### Try it
In the listing below, tally the lines that hold "WriteAllTextAsync" and report that number by itself.

### Excerpted records
◇ ◇ ◇

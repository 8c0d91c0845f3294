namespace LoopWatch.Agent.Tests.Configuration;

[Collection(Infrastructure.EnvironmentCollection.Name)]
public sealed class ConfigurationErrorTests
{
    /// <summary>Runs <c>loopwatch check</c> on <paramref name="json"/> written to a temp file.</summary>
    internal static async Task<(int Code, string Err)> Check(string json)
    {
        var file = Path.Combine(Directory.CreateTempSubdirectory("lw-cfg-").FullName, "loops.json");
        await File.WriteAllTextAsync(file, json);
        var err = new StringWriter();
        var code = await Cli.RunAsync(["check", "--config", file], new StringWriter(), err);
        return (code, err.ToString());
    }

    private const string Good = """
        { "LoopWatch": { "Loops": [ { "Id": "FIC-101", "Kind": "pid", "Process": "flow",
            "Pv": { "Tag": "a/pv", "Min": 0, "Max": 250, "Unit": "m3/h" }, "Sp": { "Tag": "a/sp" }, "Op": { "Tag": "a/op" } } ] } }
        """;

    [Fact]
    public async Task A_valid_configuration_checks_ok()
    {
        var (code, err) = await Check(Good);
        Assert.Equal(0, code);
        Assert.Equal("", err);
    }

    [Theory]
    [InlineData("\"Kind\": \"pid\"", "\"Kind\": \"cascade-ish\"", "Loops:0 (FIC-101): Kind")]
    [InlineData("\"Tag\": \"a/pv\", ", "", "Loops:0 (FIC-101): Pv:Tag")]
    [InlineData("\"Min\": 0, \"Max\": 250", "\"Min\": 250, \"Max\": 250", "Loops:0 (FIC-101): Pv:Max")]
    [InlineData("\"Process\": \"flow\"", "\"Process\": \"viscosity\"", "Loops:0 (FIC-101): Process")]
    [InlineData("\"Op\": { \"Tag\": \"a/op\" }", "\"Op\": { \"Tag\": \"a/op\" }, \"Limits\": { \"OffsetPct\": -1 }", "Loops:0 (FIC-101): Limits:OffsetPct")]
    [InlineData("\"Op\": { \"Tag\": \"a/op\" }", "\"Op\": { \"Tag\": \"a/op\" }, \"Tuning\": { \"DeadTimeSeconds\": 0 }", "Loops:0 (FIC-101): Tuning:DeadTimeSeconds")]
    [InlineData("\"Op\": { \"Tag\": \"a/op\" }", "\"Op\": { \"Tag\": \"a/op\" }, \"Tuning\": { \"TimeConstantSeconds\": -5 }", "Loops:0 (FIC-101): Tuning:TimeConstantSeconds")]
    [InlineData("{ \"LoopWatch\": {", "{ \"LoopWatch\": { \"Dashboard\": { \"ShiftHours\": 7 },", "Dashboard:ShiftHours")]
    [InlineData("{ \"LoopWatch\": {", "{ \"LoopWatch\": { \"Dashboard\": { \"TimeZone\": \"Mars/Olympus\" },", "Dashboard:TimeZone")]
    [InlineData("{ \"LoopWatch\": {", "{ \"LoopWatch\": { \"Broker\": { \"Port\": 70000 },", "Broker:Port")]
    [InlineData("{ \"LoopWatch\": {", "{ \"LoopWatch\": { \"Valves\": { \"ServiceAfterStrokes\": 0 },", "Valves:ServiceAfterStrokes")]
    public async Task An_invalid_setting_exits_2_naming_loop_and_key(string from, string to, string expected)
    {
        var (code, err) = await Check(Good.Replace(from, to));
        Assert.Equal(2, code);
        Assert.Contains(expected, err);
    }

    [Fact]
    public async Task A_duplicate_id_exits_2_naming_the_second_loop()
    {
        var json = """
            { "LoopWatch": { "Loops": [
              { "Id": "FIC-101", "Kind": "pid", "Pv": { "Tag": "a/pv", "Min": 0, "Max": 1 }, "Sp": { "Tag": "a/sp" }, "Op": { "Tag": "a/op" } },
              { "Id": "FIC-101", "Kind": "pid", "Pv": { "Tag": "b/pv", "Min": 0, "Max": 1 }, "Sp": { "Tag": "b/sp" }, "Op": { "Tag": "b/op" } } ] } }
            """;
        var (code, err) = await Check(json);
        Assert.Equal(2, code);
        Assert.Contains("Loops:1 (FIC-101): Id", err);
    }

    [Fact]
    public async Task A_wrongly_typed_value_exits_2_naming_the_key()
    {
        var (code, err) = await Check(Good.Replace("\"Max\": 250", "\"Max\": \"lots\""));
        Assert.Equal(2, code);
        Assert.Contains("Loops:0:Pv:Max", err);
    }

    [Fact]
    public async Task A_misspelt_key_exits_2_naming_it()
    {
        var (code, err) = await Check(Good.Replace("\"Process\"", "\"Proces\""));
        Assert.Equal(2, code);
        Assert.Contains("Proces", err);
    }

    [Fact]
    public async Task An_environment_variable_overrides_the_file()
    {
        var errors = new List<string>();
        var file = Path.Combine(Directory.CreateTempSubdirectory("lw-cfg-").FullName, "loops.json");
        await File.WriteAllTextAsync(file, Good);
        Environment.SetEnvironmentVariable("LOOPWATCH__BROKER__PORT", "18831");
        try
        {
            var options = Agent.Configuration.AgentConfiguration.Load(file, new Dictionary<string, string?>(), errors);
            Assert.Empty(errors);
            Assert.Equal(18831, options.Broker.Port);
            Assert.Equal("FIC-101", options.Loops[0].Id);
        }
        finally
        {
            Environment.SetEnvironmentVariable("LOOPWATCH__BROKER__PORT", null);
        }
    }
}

◇ ◇ ◇

### Result for this task
2